[Saved entries]
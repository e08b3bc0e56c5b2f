"""What a report says and shows, built from a fit made by hand whose numbers are known (fakes.py)."""

from __future__ import annotations

import math
from dataclasses import replace

import numpy as np
import pandas as pd
import pytest
from fakes import (
    AMPLITUDE,
    LENGTH,
    PITCH_UM,
    FakeFit,
    FakeNote,
    FakeScoreTest,
    FakeSolver,
    FakeVerdict,
    fake_fit,
    fake_goodness,
    fake_recording,
)

from kernelfit.errors import Unavailable
from kernelfit.model.coupling import CouplingModel
from kernelfit.recording.recording import Recording
from kernelfit.report.captions import places_said
from kernelfit.report.content import build_content
from kernelfit.report.content_array import array_data, round_length, sites_of, view
from kernelfit.report.content_figures import (
    clear_pieces,
    curve_grid,
    kernel_data,
    pair_counts,
    representative_stretch,
)
from kernelfit.report.look import unit_label
from kernelfit.report.readings import result_lines
from kernelfit.report.truth import Truth, TruthValue


@pytest.fixture(scope="module")
def fit():
    return fake_fit()


@pytest.fixture(scope="module")
def content(fit):
    return build_content(fit, fit.recording, fit.goodness())


def content_of(**changes):
    changed = fake_fit(**changes)
    return build_content(changed, changed.recording, changed.goodness())


# --- sentences --------------------------------------------------------------------------------------------


def test_the_verdict_is_three_sentences_with_the_fits_own_numbers(content):
    # 100 (e^0.1133 - 1) = 12.0, of the ends 9.0 and 15.0; 1/76.9 = 13.0 ms, 1/90.9 = 11.0, 1/66.7 = 15.0
    assert content.verdict[0] == (
        "One spike at 200 µm raises the rate by 12 % (95 % interval 9 to 15 %), "
        "fading with a time constant of 13 ms (11 to 15)."
    )
    assert "at 400 µm" in content.verdict[1]
    assert "at 800 µm" in content.verdict[1]
    assert content.verdict[2].startswith("The model describes the spike times of 30 of the 59 units tested (")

**Task directions**
Return, line for line and unchanged, the data from its first line through the line containing "from kernelfit.report.content_array import".

**Answer for this exercise**
repository e08b3bc0e56c5b2f
"""What a report says and shows, built from a fit made by hand whose numbers are known (fakes.py)."""

from __future__ import annotations

import math
from dataclasses import replace

import numpy as np
import pandas as pd
import pytest
from fakes import (
    AMPLITUDE,
    LENGTH,
    PITCH_UM,
    FakeFit,
    FakeNote,
    FakeScoreTest,
    FakeSolver,
    FakeVerdict,
    fake_fit,
    fake_goodness,
    fake_recording,
)

from kernelfit.errors import Unavailable
from kernelfit.model.coupling import CouplingModel
from kernelfit.recording.recording import Recording
from kernelfit.report.captions import places_said
from kernelfit.report.content import build_content
from kernelfit.report.content_array import array_data, round_length, sites_of, view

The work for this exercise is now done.